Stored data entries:
————
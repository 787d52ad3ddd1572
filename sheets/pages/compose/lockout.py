"""The lockout sheet: by act, in order; then people, lines that keep pressure, declared sources."""

from __future__ import annotations

from collections.abc import Sequence
from itertools import groupby

from sheets.amounts import Amount
from sheets.pages.compose.common import first_aid
from sheets.pages.compose.matter import Matter, page_step
from sheets.pages.document import (
    Act,
    Banner,
    Block,
    Box,
    Hold,
    Paragraph,
    PowerState,
    Section,
    SheetKind,
    Step,
    Table,
)
from sheets.procedure.steps import Stage, StageKind, StepKind
from sheets.wording.steps import SpokenStep, capital

_ACTS: dict[StepKind, str] = {
    StepKind.TELL_BEFORE: "stop",
    StepKind.PRESS_STOP: "stop",
    StepKind.ISOLATE: "isolate",
    StepKind.BLOCK: "block",
    StepKind.OPEN_VENT: "relieve",
    StepKind.WORK_LEVER: "relieve",
    StepKind.ATTEMPT_START: "verify",
    StepKind.VERIFY_DEAD: "verify",
    StepKind.FIT_GAUGE: "verify",
    StepKind.VERIFY_ZERO: "verify",
    StepKind.SET_VALVE: "restore",
    StepKind.REMOVE_GAUGE: "restore",
}
"""The act that a step belongs to. The stage's own order stands, so a line that is relieved once more after
valves went back is an act of its own there."""
_BEFORE_VERIFYING = ("stop", "isolate", "block", "relieve")
"""The regulation's order (29 CFR 1910.147(d)(2) to (d)(6)): stop, isolate with locks, relieve, then verify. A
load is blocked before its line is relieved."""


def lockout(matter: Matter, stage: Stage) -> Section:
    """The sheet for one locked stage."""
    again = stage.kind is StageKind.LOCK_AGAIN
    name = "lockout_again" if again else "lockout"
    spoken = matter.spoken(stage)
    acts: list[Block] = []
    for number, (act, rows) in enumerate(_acts(matter, spoken), start=1):
        if act == "restore" and not any(isinstance(block, Hold) for block in acts):
            acts.append(_hold(matter, again=again))
        acts.append(Act(number=str(number), name=matter.text(f"act_{act}"), rows=rows))
    if not any(isinstance(block, Hold) for block in acts):
        acts.append(_hold(matter, again=again))
    blocks: list[Block] = [
        Paragraph(text=matter.text("lockout_first"), weight="strong"),
        Paragraph(text=matter.text("lockout_absent", items=", ".join(matter.machine.absent) or "–")),
        *acts,
        first_aid(matter),
        _people(matter),
    ]
    return Section(
        kind=SheetKind.LOCKOUT,
        bookmark=matter.text(f"{name}_title"),
        title=matter.text(f"{name}_title"),
        subject=matter.machine.tag,
        lines=(matter.text(f"{name}_line"), matter.text("lockout_basis")),
        banner=Banner(state=PowerState.LOCKED, word=matter.text("locked_word")),
        blocks=tuple(blocks),
    )


def energies(matter: Matter) -> Section:
    """Declared sources, and lines that can keep pressure: the inventory that the acts answer to."""
    return Section(
        kind=SheetKind.LOCKOUT,
        bookmark=matter.text("energies_title"),
        title=matter.text("energies_title"),
        subject=matter.machine.tag,
        lines=(matter.text("energies_line"),),
        banner=None,
        blocks=(
            Paragraph(text=matter.text("lockout_first"), weight="strong"),
            _sources(matter),
            _trapped(matter),
        ),
    )


def _acts(matter: Matter, spoken: Sequence[SpokenStep]) -> list[tuple[str, tuple[Step, ...]]]:
    """Acts in the order in which the simulation did them; a new one wherever that order changes."""
    runs = [(act, tuple(_row(step) for step in run)) for act, run in groupby(spoken, _act)]
    verified = next((at for at, (act, _) in enumerate(runs) if act == "verify"), len(runs))
    before: dict[str, tuple[Step, ...]] = {}
    for act, rows in runs[:verified]:
        before[act] = (*before.get(act, ()), *rows)
    before.setdefault("block", _nothing_held(matter))
    before["relieve"] = (*before.get("relieve", _nothing(matter)), *_not_relieved(matter))
    return [*((act, before.pop(act)) for act in _BEFORE_VERIFYING if act in before), *runs[verified:]]


def _act(spoken: SpokenStep) -> str:
    return _ACTS[spoken.step.kind]


def _nothing(matter: Matter) -> tuple[Step, ...]:
    if matter.procedure.trapped.without_relief:
        return ()
    return (Step(number="", order=matter.text("relieve_none"), boxes=(_tick(),)),)


def _not_relieved(matter: Matter) -> tuple[Step, ...]:
    """Lines that nothing on the machine relieves: the act says so where it is read."""
    names = [matter.circuit.nodes[volume.node].name for volume in matter.procedure.trapped.without_relief]
    if not names:
        return ()
    order = matter.text("not_relieved")
    return (Step(number="", order=order, lines=(f"{capital('; '.join(names))}.",), boxes=(_tick(),)),)


def _tick() -> Box:
    return Box(label="", size="tick")


def _row(spoken: SpokenStep) -> Step:
    """A row with the boxes that its act asks for."""
    boxes: tuple[Box, ...]
    match spoken.step.kind:
        case StepKind.ISOLATE:
            boxes = (Box(label="lock no.", size="short"), Box(label="owner", size="medium", signed=True))
        case StepKind.BLOCK:
            boxes = (Box(label="seen by", size="medium", signed=True),)
        case StepKind.OPEN_VENT if spoken.step.data.get("lock"):
            boxes = (Box(label="lock no.", size="short"), Box(label="owner", size="medium", signed=True))
        case StepKind.TELL_BEFORE:
            boxes = (Box(label="time", size="short"), Box(label="by", size="medium", signed=True))
        case StepKind.PRESS_STOP:
            boxes = (Box(label="time", size="short"),)
        case StepKind.ATTEMPT_START | StepKind.VERIFY_DEAD:
            boxes = (Box(label="time", size="short"), Box(label="by", size="medium", signed=True))
        case StepKind.VERIFY_ZERO:
            boxes = (Box(label=spoken.step.subject, size="short"), Box(label="time", size="short"))
        case _:
            boxes = (_tick(),)
    return page_step(spoken, number="", boxes=boxes)


def _nothing_held(matter: Matter) -> tuple[Step, ...]:
    return (
        Step(
            number="",
            order=matter.text("block_none"),
            lines=(matter.text("block_none_line"),),
            boxes=(_tick(),),
        ),
    )


def _hold(matter: Matter, *, again: bool) -> Hold:
    return Hold(
        word=matter.text("hold_word"),
        order=matter.text("lockout_again_hold" if again else "lockout_hold"),
        reason=matter.text("lockout_hold_reason"),
    )


def _people(matter: Matter) -> Table:
    return Table(
        title=matter.text("people_title"),
        light=matter.text("people_light"),
        head=("name", "lock no.", "on: date, time", "off: date, time", "taken over by", "read gauge again"),
        rows=(),
        shares=(0.24, 0.11, 0.18, 0.18, 0.16, 0.13),
        blank_rows=4,
        row_height_mm=7.5,
        signed=True,
    )


def _trapped(matter: Matter) -> Table:
    """Every line that can hold pressure, how it is relieved, and where this job verifies that."""
    read = {
        str(step.data["test_point"])
        for stage in matter.procedure.stages
        for step in stage.steps
        if step.kind is StepKind.VERIFY_ZERO
    }
    rows = []
    for volume in matter.procedure.trapped.volumes:
        node = matter.circuit.nodes[volume.node]
        if not volume.trapped_at_rest:
            how = matter.text("drains")
        elif volume.relieved_by:
            how = matter.speaker.part(volume.relieved_by)
        else:
            how = matter.text("no_relief")
        known_bar = matter.shut_in_bar
        rows.append(
            (
                node.name,
                matter.figures.pressure(known_bar[volume.node], up=True)
                if known_bar is not None
                else matter.text("not_known"),
                how,
                ", ".join(point for point in volume.test_points if point in read)
                or matter.text("not_verified"),
            )
        )
    return Table(
        title=matter.text("trapped_title"),
        light=matter.text("trapped_light"),
        head=("line", "up to", "relieved by", "verified at"),
        rows=tuple(rows),
        shares=(0.32, 0.14, 0.34, 0.20),
    )


def _sources(matter: Matter) -> Table:
    rows = [
        (
            id_,
            supply.kind,
            matter.figures.amount(Amount(value=supply.voltage_v, quantity="voltage_v")),
            f"{supply.isolator.plate}, {supply.isolator.where}",
            supply.verify,
        )
        for id_, supply in matter.machine.energy.items()
    ]
    return Table(
        title=matter.text("sources_title"),
        head=("source", "type", "magnitude", "isolated by", "verified by"),
        rows=tuple(rows),
        shares=(0.09, 0.17, 0.11, 0.31, 0.32),
    )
————
▸ **EXERCISE DESCRIPTION**
On how many lines of the data does the word "keep" appear? Reply with the number alone.

▸ **ANSWER SECTION**
2